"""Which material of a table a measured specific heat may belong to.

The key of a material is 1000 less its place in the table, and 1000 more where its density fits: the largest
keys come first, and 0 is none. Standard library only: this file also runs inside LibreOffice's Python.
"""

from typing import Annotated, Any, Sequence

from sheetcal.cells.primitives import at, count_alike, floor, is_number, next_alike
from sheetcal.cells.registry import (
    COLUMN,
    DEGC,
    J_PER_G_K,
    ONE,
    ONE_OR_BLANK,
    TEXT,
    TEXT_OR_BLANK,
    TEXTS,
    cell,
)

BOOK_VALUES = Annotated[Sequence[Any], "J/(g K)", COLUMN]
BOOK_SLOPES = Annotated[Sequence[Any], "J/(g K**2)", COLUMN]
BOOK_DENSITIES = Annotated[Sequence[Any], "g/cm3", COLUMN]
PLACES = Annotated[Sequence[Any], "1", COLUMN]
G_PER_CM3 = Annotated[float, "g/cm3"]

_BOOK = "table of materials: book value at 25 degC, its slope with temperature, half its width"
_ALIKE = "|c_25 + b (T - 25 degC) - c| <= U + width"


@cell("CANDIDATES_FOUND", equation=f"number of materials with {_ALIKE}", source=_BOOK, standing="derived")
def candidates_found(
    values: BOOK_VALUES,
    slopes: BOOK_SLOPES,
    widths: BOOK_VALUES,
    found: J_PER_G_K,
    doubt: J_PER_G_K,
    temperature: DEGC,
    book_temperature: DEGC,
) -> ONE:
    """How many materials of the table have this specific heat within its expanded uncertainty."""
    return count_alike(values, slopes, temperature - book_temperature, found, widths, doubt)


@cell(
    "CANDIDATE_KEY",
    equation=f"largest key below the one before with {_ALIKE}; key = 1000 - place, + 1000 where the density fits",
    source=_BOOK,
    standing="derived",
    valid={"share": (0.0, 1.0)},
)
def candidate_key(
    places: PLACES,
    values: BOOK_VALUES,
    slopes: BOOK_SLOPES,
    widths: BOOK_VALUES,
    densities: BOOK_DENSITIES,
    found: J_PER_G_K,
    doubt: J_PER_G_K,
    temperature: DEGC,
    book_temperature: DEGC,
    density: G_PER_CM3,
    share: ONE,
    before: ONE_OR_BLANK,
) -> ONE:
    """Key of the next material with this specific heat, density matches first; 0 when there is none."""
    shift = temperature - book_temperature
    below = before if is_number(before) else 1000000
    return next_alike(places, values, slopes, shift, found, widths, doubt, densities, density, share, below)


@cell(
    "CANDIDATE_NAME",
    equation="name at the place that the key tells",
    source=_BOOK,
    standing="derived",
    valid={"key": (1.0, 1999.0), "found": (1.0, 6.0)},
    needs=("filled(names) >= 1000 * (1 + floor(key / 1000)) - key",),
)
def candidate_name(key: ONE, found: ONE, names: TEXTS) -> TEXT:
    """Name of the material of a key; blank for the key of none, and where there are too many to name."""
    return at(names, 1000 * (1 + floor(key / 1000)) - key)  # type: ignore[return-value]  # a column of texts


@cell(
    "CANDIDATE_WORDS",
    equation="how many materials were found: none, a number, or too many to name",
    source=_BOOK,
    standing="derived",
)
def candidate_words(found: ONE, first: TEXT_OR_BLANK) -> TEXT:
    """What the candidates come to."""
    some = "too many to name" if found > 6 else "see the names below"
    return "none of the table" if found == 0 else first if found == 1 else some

◇ ◇ ◇ ◇ ◇

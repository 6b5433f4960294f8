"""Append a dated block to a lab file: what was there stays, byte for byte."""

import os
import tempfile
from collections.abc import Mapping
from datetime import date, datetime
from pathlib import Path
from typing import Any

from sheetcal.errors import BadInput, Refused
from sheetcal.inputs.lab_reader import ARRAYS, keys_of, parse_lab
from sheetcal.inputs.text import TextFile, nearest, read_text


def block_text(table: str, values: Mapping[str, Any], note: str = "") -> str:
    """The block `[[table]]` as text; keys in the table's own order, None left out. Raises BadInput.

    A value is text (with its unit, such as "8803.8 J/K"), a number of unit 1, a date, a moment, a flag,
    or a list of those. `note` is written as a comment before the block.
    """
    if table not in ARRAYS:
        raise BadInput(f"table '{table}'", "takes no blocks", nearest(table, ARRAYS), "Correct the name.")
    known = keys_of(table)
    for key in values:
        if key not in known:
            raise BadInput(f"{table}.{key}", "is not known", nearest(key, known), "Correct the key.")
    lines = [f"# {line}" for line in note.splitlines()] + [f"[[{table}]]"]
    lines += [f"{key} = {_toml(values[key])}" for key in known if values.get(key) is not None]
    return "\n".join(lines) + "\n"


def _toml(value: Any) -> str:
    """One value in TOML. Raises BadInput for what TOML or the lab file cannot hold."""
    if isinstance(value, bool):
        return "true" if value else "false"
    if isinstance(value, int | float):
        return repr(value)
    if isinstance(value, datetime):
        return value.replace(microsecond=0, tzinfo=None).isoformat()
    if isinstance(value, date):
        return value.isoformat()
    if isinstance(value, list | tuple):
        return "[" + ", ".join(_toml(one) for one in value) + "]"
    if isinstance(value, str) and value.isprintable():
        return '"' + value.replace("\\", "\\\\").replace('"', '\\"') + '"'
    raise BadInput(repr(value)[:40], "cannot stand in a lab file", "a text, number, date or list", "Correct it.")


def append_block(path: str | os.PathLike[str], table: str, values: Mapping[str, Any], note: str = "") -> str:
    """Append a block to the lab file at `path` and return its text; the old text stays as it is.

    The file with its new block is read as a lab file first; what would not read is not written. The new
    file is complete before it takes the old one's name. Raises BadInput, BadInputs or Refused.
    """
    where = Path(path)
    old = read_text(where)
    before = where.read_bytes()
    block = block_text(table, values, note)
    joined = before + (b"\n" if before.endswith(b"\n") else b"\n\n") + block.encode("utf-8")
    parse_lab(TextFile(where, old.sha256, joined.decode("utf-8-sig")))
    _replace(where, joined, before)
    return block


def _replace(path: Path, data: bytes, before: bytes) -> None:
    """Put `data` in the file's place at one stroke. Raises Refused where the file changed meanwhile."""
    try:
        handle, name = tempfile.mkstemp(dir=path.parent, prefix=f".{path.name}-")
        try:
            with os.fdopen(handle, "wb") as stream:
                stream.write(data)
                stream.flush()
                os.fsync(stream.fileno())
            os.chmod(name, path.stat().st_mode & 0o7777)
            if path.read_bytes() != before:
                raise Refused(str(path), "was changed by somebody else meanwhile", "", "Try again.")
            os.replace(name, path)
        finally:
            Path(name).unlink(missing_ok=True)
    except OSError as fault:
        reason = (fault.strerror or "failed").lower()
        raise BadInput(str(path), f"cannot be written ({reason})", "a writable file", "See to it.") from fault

◇ ◇ ◇ ◇ ◇

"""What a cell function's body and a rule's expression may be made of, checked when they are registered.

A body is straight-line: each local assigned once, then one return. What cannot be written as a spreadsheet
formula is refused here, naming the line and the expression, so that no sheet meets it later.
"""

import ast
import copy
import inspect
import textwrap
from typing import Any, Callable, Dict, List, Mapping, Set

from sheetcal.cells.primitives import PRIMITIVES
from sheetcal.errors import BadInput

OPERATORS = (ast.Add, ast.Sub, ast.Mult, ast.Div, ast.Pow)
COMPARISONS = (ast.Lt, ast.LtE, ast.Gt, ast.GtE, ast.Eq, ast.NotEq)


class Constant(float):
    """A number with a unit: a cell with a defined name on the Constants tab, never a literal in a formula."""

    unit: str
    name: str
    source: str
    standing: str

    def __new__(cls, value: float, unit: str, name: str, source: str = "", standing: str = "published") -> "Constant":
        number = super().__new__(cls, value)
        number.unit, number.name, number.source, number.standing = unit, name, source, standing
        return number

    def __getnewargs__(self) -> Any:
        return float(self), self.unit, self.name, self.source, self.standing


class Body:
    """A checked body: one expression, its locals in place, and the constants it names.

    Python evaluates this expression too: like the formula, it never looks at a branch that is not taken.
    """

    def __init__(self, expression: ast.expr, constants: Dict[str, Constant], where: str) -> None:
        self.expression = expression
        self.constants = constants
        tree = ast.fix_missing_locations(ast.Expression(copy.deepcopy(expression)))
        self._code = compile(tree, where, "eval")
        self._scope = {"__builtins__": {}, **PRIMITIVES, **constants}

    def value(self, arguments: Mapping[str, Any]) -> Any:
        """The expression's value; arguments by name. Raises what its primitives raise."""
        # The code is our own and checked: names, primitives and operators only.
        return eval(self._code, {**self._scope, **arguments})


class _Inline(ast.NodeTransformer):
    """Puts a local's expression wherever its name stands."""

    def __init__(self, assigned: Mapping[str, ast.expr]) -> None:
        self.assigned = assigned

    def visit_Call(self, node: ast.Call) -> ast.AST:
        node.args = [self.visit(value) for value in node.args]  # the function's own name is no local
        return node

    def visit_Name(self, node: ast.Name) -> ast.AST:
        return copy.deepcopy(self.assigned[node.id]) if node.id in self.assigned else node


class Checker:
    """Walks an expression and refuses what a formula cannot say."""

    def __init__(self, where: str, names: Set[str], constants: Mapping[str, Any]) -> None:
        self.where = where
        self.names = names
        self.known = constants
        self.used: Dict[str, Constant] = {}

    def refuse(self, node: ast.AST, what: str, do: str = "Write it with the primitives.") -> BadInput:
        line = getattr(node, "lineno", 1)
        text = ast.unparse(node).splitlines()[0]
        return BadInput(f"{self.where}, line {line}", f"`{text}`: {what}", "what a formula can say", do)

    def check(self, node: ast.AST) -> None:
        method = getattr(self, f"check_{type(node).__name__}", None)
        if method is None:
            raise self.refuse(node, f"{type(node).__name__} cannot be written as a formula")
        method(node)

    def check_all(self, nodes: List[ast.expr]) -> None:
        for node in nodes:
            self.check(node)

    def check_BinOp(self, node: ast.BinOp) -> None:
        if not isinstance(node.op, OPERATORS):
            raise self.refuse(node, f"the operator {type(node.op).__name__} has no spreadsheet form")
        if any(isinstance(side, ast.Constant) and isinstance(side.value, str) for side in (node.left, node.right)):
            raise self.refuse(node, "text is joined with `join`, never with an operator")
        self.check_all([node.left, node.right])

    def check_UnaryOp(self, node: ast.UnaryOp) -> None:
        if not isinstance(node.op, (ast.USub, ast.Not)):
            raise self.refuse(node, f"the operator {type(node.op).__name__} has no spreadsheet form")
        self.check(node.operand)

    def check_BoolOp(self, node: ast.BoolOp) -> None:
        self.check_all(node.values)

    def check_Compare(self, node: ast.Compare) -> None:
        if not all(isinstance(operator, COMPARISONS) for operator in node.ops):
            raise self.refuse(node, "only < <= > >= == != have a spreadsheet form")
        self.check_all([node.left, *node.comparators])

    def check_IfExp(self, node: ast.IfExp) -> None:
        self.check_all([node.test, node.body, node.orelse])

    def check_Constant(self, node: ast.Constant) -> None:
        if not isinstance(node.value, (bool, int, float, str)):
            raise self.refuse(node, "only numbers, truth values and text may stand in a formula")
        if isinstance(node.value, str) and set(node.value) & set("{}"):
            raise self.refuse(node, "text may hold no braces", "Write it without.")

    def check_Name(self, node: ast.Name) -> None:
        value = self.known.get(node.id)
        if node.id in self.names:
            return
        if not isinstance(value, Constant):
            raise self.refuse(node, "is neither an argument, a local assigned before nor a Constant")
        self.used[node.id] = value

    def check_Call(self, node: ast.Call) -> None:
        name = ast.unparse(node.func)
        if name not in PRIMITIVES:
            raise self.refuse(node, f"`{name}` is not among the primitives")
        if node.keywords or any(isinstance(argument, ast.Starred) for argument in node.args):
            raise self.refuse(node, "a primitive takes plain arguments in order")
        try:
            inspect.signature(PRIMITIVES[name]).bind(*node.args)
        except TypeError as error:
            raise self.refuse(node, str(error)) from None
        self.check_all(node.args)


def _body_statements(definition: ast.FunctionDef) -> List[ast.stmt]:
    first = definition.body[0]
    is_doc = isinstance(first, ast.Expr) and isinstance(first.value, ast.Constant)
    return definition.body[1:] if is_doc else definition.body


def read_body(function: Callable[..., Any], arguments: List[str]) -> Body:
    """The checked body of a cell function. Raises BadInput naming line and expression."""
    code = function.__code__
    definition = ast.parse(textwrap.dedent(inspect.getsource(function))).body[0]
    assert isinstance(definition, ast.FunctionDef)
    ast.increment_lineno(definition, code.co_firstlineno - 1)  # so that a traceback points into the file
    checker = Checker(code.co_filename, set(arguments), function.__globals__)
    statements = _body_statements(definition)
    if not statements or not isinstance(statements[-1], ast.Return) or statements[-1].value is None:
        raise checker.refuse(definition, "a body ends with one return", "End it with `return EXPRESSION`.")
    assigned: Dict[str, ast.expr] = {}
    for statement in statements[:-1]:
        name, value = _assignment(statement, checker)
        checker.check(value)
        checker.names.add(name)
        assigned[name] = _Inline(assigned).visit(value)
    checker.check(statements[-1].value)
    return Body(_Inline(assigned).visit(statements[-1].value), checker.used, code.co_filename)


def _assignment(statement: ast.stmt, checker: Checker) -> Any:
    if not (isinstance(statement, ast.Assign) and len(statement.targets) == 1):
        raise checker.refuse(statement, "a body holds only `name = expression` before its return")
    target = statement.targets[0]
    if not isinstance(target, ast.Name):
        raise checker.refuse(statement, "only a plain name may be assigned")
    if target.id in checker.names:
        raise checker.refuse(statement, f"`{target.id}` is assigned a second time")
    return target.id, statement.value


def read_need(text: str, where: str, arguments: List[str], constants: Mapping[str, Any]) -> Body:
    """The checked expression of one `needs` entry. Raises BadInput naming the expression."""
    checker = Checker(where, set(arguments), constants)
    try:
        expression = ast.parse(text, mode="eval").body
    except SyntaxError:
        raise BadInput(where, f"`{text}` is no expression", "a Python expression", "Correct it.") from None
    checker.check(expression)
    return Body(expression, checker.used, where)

◇ ◇ ◇ ◇ ◇

Your task: Show every line in the listing above that carries the word "doubt".

Exercise result:
    doubt: J_PER_G_K,
    return count_alike(values, slopes, temperature - book_temperature, found, widths, doubt)
    doubt: J_PER_G_K,
    return next_alike(places, values, slopes, shift, found, widths, doubt, densities, density, share, below)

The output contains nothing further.